Dasar Penutupan Sementara SPPG
Sebelumnya, Badan Gizi Nasional (BGN) menghentikan sementara operasi 302 SPPG di NTB karena belum memenuhi syarat dasar. Hal ini termasuk kurangnya sertifikat laik higiene sanitasi (SLHS) dan instalasi pengolahan air limbah yang belum sesuai standar.
“Kami mengambil keputusan penutupan sementara karena risiko terhadap kualitas makanan dan keamanan pangan,” kata Fathul Gani, Ketua Satgas MBG NTB.
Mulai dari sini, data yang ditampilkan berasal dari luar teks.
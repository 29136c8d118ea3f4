"""Silicon as the next design: elements and errors of the estimate in a design file."""

from __future__ import annotations

from dataclasses import replace
from pathlib import Path

import pytest
from stepped_parts import BASE, DESIGN, NOMINAL, STEPS, drawn, swept

from fitamp.design import Bench, Design, HalfPlane, Limit, read_design
from fitamp.elements import ElementEstimate, estimate_elements, estimated_design, write_estimated_design
from fitamp.elements.silicon import estimated_design_text
from fitamp.errors import UsageError

LIMITED = Design.from_elements(
    NOMINAL,
    spreads={"gm1": 0.2, "R1": 0.2, "C1": 0.2, "gm2": 0.2, "R2": 0.2, "CL": 0.2, "Cc": 0.2, "Rz": 0.2},
    limits={"zero_hz": Limit(low=90e6, high=200e6), "phase_margin_deg": Limit(low=65.0)},
    bench=Bench(load_f=2e-12, load_spread=0.05, delay_s=0.0),
    name="line buffer",
    file="line_buffer.toml",
)


@pytest.fixture(scope="module")
def stepped() -> ElementEstimate:
    return estimate_elements(swept(drawn(1), STEPS, seed=2), LIMITED, conditions=STEPS)


def test_the_file_reads_back_as_the_estimated_part(stepped: ElementEstimate, tmp_path: Path) -> None:
    path = tmp_path / "silicon.toml"
    write_estimated_design(stepped, path)
    design = read_design(path)
    assert design.elements is not None
    for one in stepped.elements:
        found = one.estimate
        assert found.value is not None
        assert found.stderr is not None
        # Digits to a hundredth of the error.
        assert getattr(design.elements, one.name) == pytest.approx(found.value, abs=0.01 * found.stderr)
        assert design.spreads[one.name] == pytest.approx(found.stderr / found.value, rel=0.01)
    assert design.limits == LIMITED.limits
    assert design.bench == LIMITED.bench
    assert design.under_test == LIMITED.under_test
    assert design.half_plane is HalfPlane.LEFT
    assert design.name == "line buffer, as estimated"
    assert not design.assumed_spreads


def test_remarks_say_where_the_numbers_come_from(stepped: ElementEstimate) -> None:
    lines = estimated_design_text(stepped).splitlines()
    assert lines[0] == "# Elements as estimated by fitamp, in place of those of line_buffer.toml, from"
    assert lines[1:6] == [
        "#   step0.csv",
        "#   step1.csv with 5.00 pF added",
        "#   step2.csv with 15.0 pF added",
        "#   step3.csv with 400 Ω taken from Rz",
        "#   step4.csv with 500 Ω added to Rz",
    ]
    (gm2,) = (line for line in lines if line.startswith("#   gm2"))
    assert "100%" in gm2
    assert gm2.endswith("designed 1.600 mS")


def test_what_no_sweep_tells_stays_as_designed() -> None:
    design = replace(LIMITED, bench=Bench(delay_s=0.0), spreads={**LIMITED.spreads, "C1": 0.0})
    sweeps = swept(drawn(1), [BASE], seed=2, bench_load_f=0.0)
    estimate = estimate_elements(sweeps, design, under_test=["R1", "R2", "gm1"])
    found = estimated_design(estimate)
    assert found.elements is not None
    assert (found.elements.R1, found.spreads["R1"]) == (NOMINAL.R1, 0.2)
    assert (found.elements.C1, found.spreads["C1"]) == (NOMINAL.C1, 0.0)
    text = estimated_design_text(estimate)
    assert "R1             not told by the sweeps, kept as designed" in text
    assert "C1             held as designed, which gives it no spread" in text


def test_a_part_without_its_resistor_is_a_design_with_its_zero_on_the_other_side(tmp_path: Path) -> None:
    die = drawn(3).with_changes(Rz=0.0)
    estimate = estimate_elements(swept(die, STEPS[:3], seed=3), LIMITED, conditions=STEPS[:3])
    path = tmp_path / "silicon.toml"
    write_estimated_design(estimate, path)
    design = read_design(path)
    assert design.half_plane is HalfPlane.RIGHT
    assert design.elements is not None
    assert design.elements.Rz == pytest.approx(0.0, abs=5.0)


def test_a_nulled_part_keeps_the_side_that_it_was_designed_for(tmp_path: Path) -> None:
    die = NOMINAL.with_changes(Rz=630.0)
    estimate = estimate_elements(swept(die, STEPS, seed=3), LIMITED, conditions=STEPS)
    path = tmp_path / "silicon.toml"
    write_estimated_design(estimate, path)
    assert read_design(path).half_plane is HalfPlane.LEFT


def test_an_estimate_not_to_be_trusted_says_so_in_the_file() -> None:
    sweeps = swept(drawn(1), [BASE, BASE], seed=2)
    sweeps[1] = swept(drawn(1).with_changes(gm1=2e-4), [BASE, BASE], seed=2)[1]
    text = estimated_design_text(estimate_elements(sweeps, DESIGN))
    assert "# The estimate is not to be trusted without a look at its notes:" in text
    assert "do not show the same part" in text


def test_a_name_cannot_break_out_of_its_remark(stepped: ElementEstimate, tmp_path: Path) -> None:
    check = replace(stepped.checks[0], file='evil\n[bench]\nload = "1 F"')
    path = tmp_path / "silicon.toml"
    write_estimated_design(replace(stepped, checks=(check, *stepped.checks[1:])), path)
    assert read_design(path).bench.load_f == 2e-12


def test_a_place_that_cannot_be_written_is_refused(stepped: ElementEstimate, tmp_path: Path) -> None:
    with pytest.raises(UsageError, match="cannot be written"):
        write_estimated_design(stepped, tmp_path / "none" / "silicon.toml")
Fathul Gani membenarkan adanya penghentian operasional 302 SPPG tersebut. Ia menyebut keputusan itu berdasarkan surat BGN Nomor 1218/D.TWS/03/2026, tanggal 31 Maret 2026, yang ditandatangani Deputi Bidang Pemantauan dan Pengawasan Wilayah III BGN, Rudi Setiawan.
Dalam surat tersebut, disebutkan dua alasan utama penutupan SPPG, yakni belum memiliki SLHS dan IPAL yang tidak memenuhi standar. “Kedua hal ini penting untuk menjaga kualitas dan keamanan program MBG,” jelas Fathul Gani.